Semel, Beth. (2020). The Body Audible: From Vocal Biomarkers to a Phrenology of the Throat. Retrieved September 24, 2020, from Somatosphere Web site:


    • bcharris,
      it seems first they label a voice as being “mentally ill” and design the program to fit that mold.
      Interesting how the design would be human made, and then have the audacity to name it AI.

      I consider that they should call it SI for “superficial intelligence”
      Or just plain S, for “stupidity”

  1. Did these researchers even take into account code-switching? I just honestly can’t see how this would ever work because our voices are so variable.

    For example, anyone who’s worked with customer service knows that you put up this false front and an overly friendly voice. What’s to stop people from just doing something like that during their test?

    Or what if English isn’t a person’s native language? Tone differs wildly from one language to another and would most certainly color the test.

    • It’s the Biomarkers that is really the catchword.
      It’s the prop.
      People tend not to discern the word “intelligence”. If they
      are impressed by something or someone, they consider that the marker
      of “intelligence”.

      And don’t forget that “researchers” are in the industry to help prop it up.
      As psychiatry sits in the boardroom, the “researchers” look for what the 30 mere people
      invented. The high priests reside in the boardroom, ALL lying to each other.
      It’s amazing really.

      You realize that ALL organizations work this way, to lie to each other about the thing to hit the market.

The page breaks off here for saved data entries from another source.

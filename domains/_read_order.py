"""The order step: what the Fourier peaks of an image mean, decided once.

Two calls, one on each side of the drift correction:

* :func:`find_lattice` picks the atomic lattice among the detected peaks (or says
  it is not resolved): the lattice whose reciprocal cell is the smallest real
  cell among the complete sets of peaks (a hexagonal triplet closing on itself,
  G1 + G2 + G3 = 0, or a square pair), not the strongest set, so that a CDW
  stronger than the atoms is not taken for the lattice (docs/methods.md §8);
* :func:`read_order` reads every other peak family on the drift-corrected
  image against that lattice: commensurate superlattices as an integer supercell
  matrix M (A_super = M A, |det M| translational variants, any determinant up
  to :data:`MAX_DETERMINANT`, both chiralities), incommensurate order by a test
  of the measured local wavevector against its own noise (McMillan 1976),
  stripes, a second atomic lattice and the moiré it makes.

The result is a frozen :class:`OrderResult` with a ``to_summary()`` and the
reasons for every choice. ``fourier`` finds and refines peaks; this module
classifies them.
"""

from __future__ import annotations

import math
from dataclasses import dataclass, field, replace
from fractions import Fraction

import numpy as np

from ._errors import InputError
from ._lockin import amplitude, choose_sigma, lockin, phase_gradient, trusted_mask
from ._scan import pixel_size_pair

__all__ = ["MAX_DETERMINANT", "LatticeReading", "OrderFamily", "OrderResult", "find_lattice", "read_order",
           "order_basis", "slow_axis_drift_fit", "supercell_name"]

#: Largest |det M| (number of translational variants) searched for a commensurate superlattice.
MAX_DETERMINANT = 16
#: Largest real-space lattice constant taken for an atomic lattice without a hint (nm). The atomic
#: lattices of the layered crystals this tool is for lie between about 0.24 and 0.45 nm (from
#: memory); a larger cell seen alone is a superlattice or a moiré whose atoms are not resolved.
MAX_ATOMIC_A_NM = 0.6
#: A set of peaks counts as a harmonic of a finer set only if the finer set is this much stronger
#: (power ratio); a CDW up to ~5x the atomic corrugation keeps its Bragg peaks (derived: 5.5^2 = 30).
HARMONIC_POWER_RATIO = 30.0
#: Below this fraction of |G| a peak family is a moiré candidate (a 6 degree twist gives 0.105).
MOIRE_MAX_FRACTION = 0.12
#: Number of standard errors for "significantly incommensurate".
N_SIGMA = 3.0
#: Systematic floor of the commensurability test, as a fraction of |q|: the local wavevector of
#: commensurate patches read 0.1-0.2 % off the rational point near dense phase slips (measured on
#: synthetic discommensurate scenes); a 1 % incommensurability stays four times above it.
SYSTEMATIC_FRACTION = 2.5e-3


# --------------------------------------------------------------------------------------
# Results
# --------------------------------------------------------------------------------------


@dataclass(frozen=True)
class LatticeReading:
    """The atomic lattice as read from the peaks (before drift correction).

    Attributes
    ----------
    lattice : domains.fourier.Lattice or None
        The lattice; None when it is not resolved.
    resolved : bool
        Whether atoms are resolved (False also when ``lattice`` came from the user's ``a_nm``).
    source : str
        "found", "given" or "none".
    second : domains.fourier.Lattice or None
        A second atomic lattice of the same size (the other layer of a bilayer).
    unresolved_set_q : ndarray or None
        The finest complete set of peaks when it was too coarse for atoms (a superlattice or a moiré).
    reasons : tuple of str
    bragg_err_rad_per_nm : ndarray or None
        1 sigma error of each Cartesian component of each vector of ``lattice.bragg_measured``
        (the peaks the basis is fitted to): lock-in phase noise (:func:`_wavevector_fit`), scaled up
        by the closure misfit G1 + G2 + G3 of a hexagonal set when it exceeds its errors. None when
        the lattice was not measured by lock-in (given, or not refined).
    """

    lattice: object
    resolved: bool
    source: str
    second: object = None
    unresolved_set_q: np.ndarray | None = None
    reasons: tuple = ()
    slow_axis: tuple = (0.0, 0.0)
    bragg_err_rad_per_nm: np.ndarray | None = None

    @property
    def to_material(self) -> np.ndarray:
        """Matrix taking image-frame wavevectors (rows) to the frame of the undistorted material: q @ D.

        D = [[1, shear], [0, 1 + stretch]] is the slow-axis drift distortion r_img = D r (identity when none).
        """
        shear, stretch = self.slow_axis
        return np.array([[1.0, shear], [0.0, 1.0 + stretch]])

  2. Are these people freakin’ serious? What about a voice pattern could POSSIBLY be considered a “biomarker” for anything? I suppose that they will discover that “depressed” people speak in a flatter and less variable tone. Or we could just ASK the person how s/he is feeling instead of using all this technology to analyze their voices? How does this kind of idiocy pass for science?

  3. I highly recommend “Weapons of Math Destruction: How Big Data Increases Inequality and Threatens Democracy” by data analyst Cathy O’Neil.

    Screening technology is only as good as its programming, which is socially biased and, therefore, self-perpetuating. This was proved with criminal risk assessment algorithms (computer formulas) that claim to predict criminality. Because Black people are disproportionately incarcerated, it is falsely assumed that they are more criminally minded when, in reality, they’re disproportionately incarcerated because of systemic racism.

    Screening technology to detect ‘mental illness’ would also be skewed by social bias and would also confirm and strengthen that bias.

    Recognition technology cannot solve social problems because it targets the victims, not the social conditions that create their suffering.